明日の桜で会いましょう

水の月 そらまめ

明日の桜で会いましょう



「明日の桜で会いましょう」


 桜もち片手に、花見をしていた私は隣にいた青年に声をかけた。


 ただ気まぐれに。

 返事も行動も期待もしていない。そんな言葉。

 私の顔は、ニコリと微笑んでいるはずだ。


 視線を感じて顔を見ると、青年は暗い顔をしていた。まるで……。



 ふふ、あらまぁ。

 中学生かな? そんな暗い顔しちゃって。人生いろいろあるよね〜。

 薄汚れ、落書きのされた自分の制服を一瞥して、また桜もちを口に入れる。


 この桜の下で、桜もちを食べるってのがいいよね〜。


 薄いピンクから濃いピンクまで、いろんな種類の桜が植えてあって綺麗。太陽の光が差し込むのとか最高。

 木漏れ日で桜餅は焼けるのかな?

 優美な桜から漏れた光なら、もっと美味しく焼ける気がする。


 ぱくっ。


 上品なあんこがまたいいのよね〜。


 風が私たちの間を吹き抜け、鳥のさえずりが耳から入ってくる。

 気にすることはない。このひと時を心に残して、また明日頑張ろう。


 届かない桜に手を伸ばす。ひらひらと偶然に落ちてきた桜が手に落ちた。

 潰さないようにキャッチできた私すごいな。

 心の中で自画自賛していると、少年が動いた音がした。その足で去って行く。


 私は気にすることはなかった。



 指を舐めて。桜をぼーっと眺める。


 時間が過ぎると、立ち上がり。私はその場を歩き出す。






 私は同じ場所へ行く。

 あっ、昨日の子だ。


「こんにちは」


 極力笑顔を意識しながら、正面からはっきりと声をかけてみた。

 青年は相変わらず酷く暗い顔をしている。

 桜と一緒に散ってしまいそうな顔、と言ったら笑われるだろうか。この人の笑顔を引き出すことができたなら、私も捨てたものじゃないかもね。

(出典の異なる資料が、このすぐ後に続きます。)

/// Quantizes `model` with the observed `ranges`.
///
/// # Errors
/// Non-finite weights, ranges that do not match the model, a scale no Q31
/// multiplier can hold, or a row whose accumulator could overflow.
pub fn quantize(model: &FloatModelData, ranges: &Ranges, opts: &QuantOptions) -> Result<QuantModelData> {
    model.view().context("the float model is inconsistent")?;
    model.check_finite()?;
    check_ranges(ranges)?;
    if ranges.layers.len() != model.layers.len() || ranges.input_absmax.len() != model.input_len() {
        bail!(
            "calibration ranges are for {} layers and {} inputs, the model has {} and {}",
            ranges.layers.len(),
            ranges.input_absmax.len(),
            model.layers.len(),
            model.input_len()
        );
    }
    if !(opts.headroom.is_finite() && opts.headroom >= 1.0) {
        bail!("headroom {} must be at least 1", opts.headroom);
    }
    let pre_unit = (1u64 << PRE_FRAC) as f64;
    let input_scale: Vec<f64> = ranges.input_absmax.iter().map(|m| scale_for(*m, opts.headroom)).collect();
    let scheme = opts.scheme;
    let qmax = scheme.weight_max();
    let hidden_scale = 1.0 / (1u64 << scheme.hidden_frac()) as f64;
    let mut layers = Vec::new();
    for (k, (l, r)) in model.layers.iter().zip(&ranges.layers).enumerate() {
        let col_x: Vec<f64> = if k == 0 { input_scale.clone() } else { vec![hidden_scale; l.input] };
        let col_h = vec![hidden_scale; l.hidden];
        let (w_x, sx) = quantize_rows(&l.w_x, l.input, &col_x, qmax);
        let (w_h, sh) = quantize_rows(&l.w_h, l.hidden, &col_h, qmax);
        check_bound(&w_x, l.input, scheme, &format!("layer {k} input weights"))?;
        check_bound(&w_h, l.hidden, scheme, &format!("layer {k} recurrent weights"))?;
        let (w_x, w_h) = (OwnedWeights::from_values(w_x, scheme), OwnedWeights::from_values(w_h, scheme));
        let mut rq_x = OwnedScales::default();
        let mut rq_h = OwnedScales::default();
        for (row, (a, b)) in sx.iter().zip(&sh).enumerate() {
            rq_x.push_real(a * pre_unit, &format!("layer {k} input row {row}"))?;
            rq_h.push_real(b * pre_unit, &format!("layer {k} recurrent row {row}"))?;
        }
        let bias = l.b.iter().map(|b| to_fixed_i32(*b as f64, PRE_FRAC as i32)).collect();
        let frac16 = cell_frac16(r.cell_absmax, opts.headroom);
        let cell_frac = match opts.cell {
            CellWidth::C16 => frac16,
            CellWidth::C32 => frac16 + 16,
        };
        layers.push(QuantLayerData { input: l.input, hidden: l.hidden, w_x, w_h, bias, rq_x, rq_h, cell_frac });
    }
    let (head, output_scale) = match &model.head {
        Some(h) => {
            let (w, sw) = quantize_rows(&h.w, h.input, &vec![hidden_scale; h.input], qmax);
            check_bound(&w, h.input, scheme, "head weights")?;
            let w = OwnedWeights::from_values(w, scheme);
            let out_scale: Vec<f64> = ranges.output_absmax.iter().map(|m| scale_for(*m, opts.headroom)).collect();
            if out_scale.len() != h.output {
                bail!("calibration has {} outputs, the head has {}", out_scale.len(), h.output);
            }
            let mut rq = OwnedScales::default();
            for (row, (s, so)) in sw.iter().zip(&out_scale).enumerate() {
                rq.push_real(s / so, &format!("head row {row}"))?;
            }
            let bias = h.b.iter().zip(&out_scale).map(|(b, so)| to_fixed_i32(*b as f64 / so, 0)).collect();
            let head = QuantHeadData { input: h.input, output: h.output, w, bias, rq };
            (Some(head), out_scale.iter().map(|s| *s as f32).collect())
        }
        None => {
            let hd = model.layers.last().map_or(0, |l| l.hidden);
            (None, vec![hidden_scale as f32; hd])
        }
    };
    let q = QuantModelData {
        scheme,
        cell: opts.cell,
        table: opts.table,
        layers,
        head,
        input_scale: input_scale.iter().map(|s| *s as f32).collect(),
        output_scale,
        detector: None,
    };
    q.view().context("the quantized model failed the core's validation")?;
    Ok(q)
}
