impl Energy {
    fn push(&mut self, float: &[f64], quant: &[f64]) {
        let (mut sig, mut noise) = (0.0, 0.0);
        for (f, q) in float.iter().zip(quant) {
            sig += f * f;
            noise += (f - q) * (f - q);
        }
        self.steps.push((sig, noise));
    }

    fn sqnr(steps: &[(f64, f64)]) -> f64 {
        let (sig, noise) = steps.iter().fold((0.0, 0.0), |(a, b), (s, n)| (a + s, b + n));
        if noise == 0.0 {
            f64::INFINITY
        } else if sig == 0.0 {
            f64::NEG_INFINITY
        } else {
            10.0 * (sig / noise).log10()
        }
    }

    fn drift(&self, window: usize) -> Drift {
        let t = self.steps.len();
        let tenth = (t / 10).max(1).min(t);
        let first = Self::sqnr(self.steps.get(..tenth).unwrap_or(&[]));
        let last = Self::sqnr(self.steps.get(t - tenth..).unwrap_or(&[]));
        let window = window.clamp(1, t.max(1));
        // Windows of `window` steps; a last piece shorter than half a window
        // joins the one before it, so a stub never becomes the worst window.
        let mut bounds: Vec<(usize, usize)> = (0..t).step_by(window).map(|s| (s, (s + window).min(t))).collect();
        if bounds.len() > 1 && bounds.last().is_some_and(|(a, b)| 2 * (b - a) < window) {
            if let Some((_, end)) = bounds.pop() {
                if let Some(last) = bounds.last_mut() {
                    last.1 = end;
                }
            }
        }
        let windows: Vec<f64> = bounds.iter().map(|(a, b)| Self::sqnr(self.steps.get(*a..*b).unwrap_or(&[]))).collect();
        let (worst_i, worst) =
            windows
                .iter()
                .enumerate()
                .fold((0, f64::INFINITY), |(bi, bv), (i, v)| if *v < bv { (i, *v) } else { (bi, bv) });
        let drift_db = if first == last { 0.0 } else { first - last };
        Drift {
            first_tenth_sqnr_db: first,
            last_tenth_sqnr_db: last,
            drift_db,
            window_steps: window,
            worst_window_sqnr_db: worst,
            worst_window_step: worst_i * window,
            windows_sqnr_db: windows,
        }
    }
}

 ……もしかしたら、私も似たようなものかもしれないけど。


「こん、にちは」


 考え事をしながらじーっと見つめていた効果か、掠れた声が帰って来た。

 私は嬉しくなって隣に座る。

 今日のお供は白米ともやしです。


 もぐもぐ。


 何か話すわけじゃない。私と彼は昨日会ったばかりだし、何も知らない。ただそこにいてくれることが嬉しくて、ご飯が進む。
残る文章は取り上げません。